Concluyendo ese diálogo con los fariseos, Jesús les recuerda una palabra del profeta Oseas (6, 6): «Id, pues, a aprender qué significa aquello de: misericordia quiero, que no sacrificio» (Mt 9, 13). Dirigiéndose al pueblo de Israel el profeta lo reprendía porque las oraciones que elevaba eran palabras vacías e incoherentes. A pesar de la alianza de Dios y la misericordia, el pueblo vivía frecuentemente con una religiosidad «de fachada», sin vivir en profundidad el mandamiento del Señor. Es por eso que el profeta insiste: «misericordia quiero», es decir la lealtad de un corazón que reconoce los propios pecados, que se arrepiente y vuelve a ser fiel a la alianza con Dios. «Y no sacrificio»: ¡sin un corazón arrepentido cada acción religiosa es ineficaz! Jesús aplica esta frase profética también a las relaciones humanas: aquellos fariseos eran muy religiosos en la forma, pero no estaban dispuestos a compartir la mesa con los publicanos y los pecadores; no reconocían la posibilidad de un arrepentimiento y, por eso, de una curación; no colocan en primer lugar la misericordia: aun siendo fieles custodios de la Ley, ¡demostraban no conocer el corazón de Dios! Es como si a ti te regalaran un paquete, donde dentro hay un regalo y tú, en lugar de ir a buscar el regalo, miras sólo el papel que lo envuelve: sólo las apariencias, la forma, y no el núcleo de la gracia, ¡del regalo que es dado!

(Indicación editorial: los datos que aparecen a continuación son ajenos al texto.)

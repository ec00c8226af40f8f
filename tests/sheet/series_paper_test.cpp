// Paper for a series sheet, and its heading. The oracle for "smallest that holds it" is the
// layout itself on each smaller standard size: every one of them must refuse the frame.
#include <catch2/catch.hpp>

#include "sheetmill/core/error.hpp"
#include "sheetmill/sheet/collar.hpp"
#include "sheetmill/sheet/layout.hpp"
#include "sheetmill/sheet/paper_sizes.hpp"
#include "sheetmill/sheet/sheet_info.hpp"
#include "support/test_env.hpp"

using namespace sheetmill;
using namespace sheetmill::sheet;

namespace {

bool fits_on(const project::Project& base, const style::Style& style, const PaperSize& paper) {
  project::Project p = base;
  p.paper = {paper.name, paper.width_mm, paper.height_mm};
  try {
    compute_layout(p, style, std::nullopt);
    return true;
  } catch (const Error&) {
    return false;
  }
}

bool inside(const Box& inner, const Box& outer) {
  return inner.min_x >= outer.min_x - 1e-6 && inner.min_y >= outer.min_y - 1e-6 &&
         inner.max_x <= outer.max_x + 1e-6 && inner.max_y <= outer.max_y + 1e-6;
}

}  // namespace

// ISO 216 sizes (A4 210 x 297 mm ... A0 841 x 1189 mm), in order of area.
TEST_CASE("a series sheet gets the smallest standard paper that holds frame and collar",
          "[sheet][paper]") {
  style::Style style;
  const std::vector<std::string> series{"A4", "A3", "A2", "A1", "A0"};
  // Frames of 6 x 4, 10 x 8 and 20 x 16 km at 1:25 000 (240 x 160 to 800 x 640 mm).
  for (Box extent :
       {Box::of(500000, 5200000, 506000, 5204000), Box::of(500000, 5200000, 510000, 5208000),
        Box::of(500000, 5200000, 520000, 5216000)}) {
    project::Project p;
    p.crs = "EPSG:32633";
    p.scale = 25000;
    p.extent.box = extent;
    p.paper.name = project::kFitPaper;
    auto L = compute_layout(p, style, std::nullopt);
    INFO("frame " << L.map_box_mm.width() << " x " << L.map_box_mm.height() << " mm on "
                  << L.page_w_mm << " x " << L.page_h_mm);
    // The frame is at the exact scale on the chosen paper.
    CHECK(L.map_box_mm.width() == Approx(extent.width() / 25.0).margin(1e-9));
    // Everything inside the outer frame, the outer frame on the paper.
    for (const Box& b : {L.collar_box_mm, L.panel_box_mm, L.scale_box_mm}) {
      CHECK(inside(b, L.sheet_frame_mm));
    }
    CHECK(inside(L.sheet_frame_mm, Box::of(0, 0, L.page_w_mm, L.page_h_mm)));
    // The chosen paper is a standard size and every smaller one refuses the frame.
    std::size_t chosen = series.size();
    for (std::size_t i = 0; i < series.size(); ++i) {
      PaperSize s = paper_size(series[i]);
      if (std::min(L.page_w_mm, L.page_h_mm) == s.width_mm &&
          std::max(L.page_w_mm, L.page_h_mm) == s.height_mm)
        chosen = i;
    }
    REQUIRE(chosen < series.size());
    for (std::size_t i = 0; i < chosen; ++i) {
      for (bool landscape : {false, true}) {
        CHECK_FALSE(fits_on(p, style, oriented(paper_size(series[i]), landscape)));
      }
    }
    CHECK(fits_on(p, style, PaperSize{"chosen", L.page_w_mm, L.page_h_mm}));
  }
}

// The demo's own tile index: a sheet of it without stated paper is laid out on paper that fits.
TEST_CASE("a tile-index sheet from the demo gets fitting paper", "[sheet][paper]") {
  auto tiles = test::demo_area() / "generated" / "tiles.gpkg";
  if (!std::filesystem::exists(tiles)) {
    WARN("demo tile index not generated; skipped");
    return;
  }
  project::Project p;
  p.crs = "EPSG:32632";
  p.scale = 25000;
  p.paper.name = project::kFitPaper;
  project::TileIndex ti;
  ti.path = tiles.string();
  ti.layer = "sheets";
  ti.id_field = "sheet_id";
  ti.name_field = "name";
  p.tile_index = ti;
  auto index = read_tile_index(*p.tile_index, p.crs);
  REQUIRE(!index.sheets.empty());
  const auto& first = index.sheets.front();
  p.extent.sheet_id = first.id;
  style::Style style;
  auto L = compute_layout(p, style, std::nullopt);
  CHECK(L.index_sheet);
  CHECK(inside(L.collar_box_mm, L.sheet_frame_mm));
  CHECK(inside(L.panel_box_mm, L.sheet_frame_mm));
  CHECK(L.page_w_mm <= 594 + 1e-9);  // never the A2 of the demo's own project for one sheet
}

// Batch sheet titles: a name that already carries the id says it once.
TEST_CASE("sheet heading without repetition", "[sheet][title]") {
  CHECK(sheet_heading("Sheet A01", "A01") == "Sheet A01");
  CHECK(sheet_heading("sheet a01", "A01") == "sheet a01");
  CHECK(sheet_heading("", "A01") == "Sheet A01");
  CHECK(sheet_heading("Fennworth", "A01") == "Fennworth \u2014 sheet A01");
  CHECK(sheet_heading("Fennworth", "") == "Fennworth");
  CHECK(sheet_heading("", "") == "");
}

Queridos hermanos y hermanas, todos nosotros estamos invitados a la mesa del Señor. Hagamos nuestra la invitación de sentarnos al lado de Él junto a sus discípulos. Aprendamos a mirar con misericordia y a reconocer en cada uno de ellos un comensal nuestro. Somos todos discípulos que tienen necesidad de experimentar y vivir la palabra consoladora de Jesús. Tenemos todos necesidad de nutrirnos de la misericordia de Dios, porque es de esta fuente que brota nuestra salvación. ¡Gracias!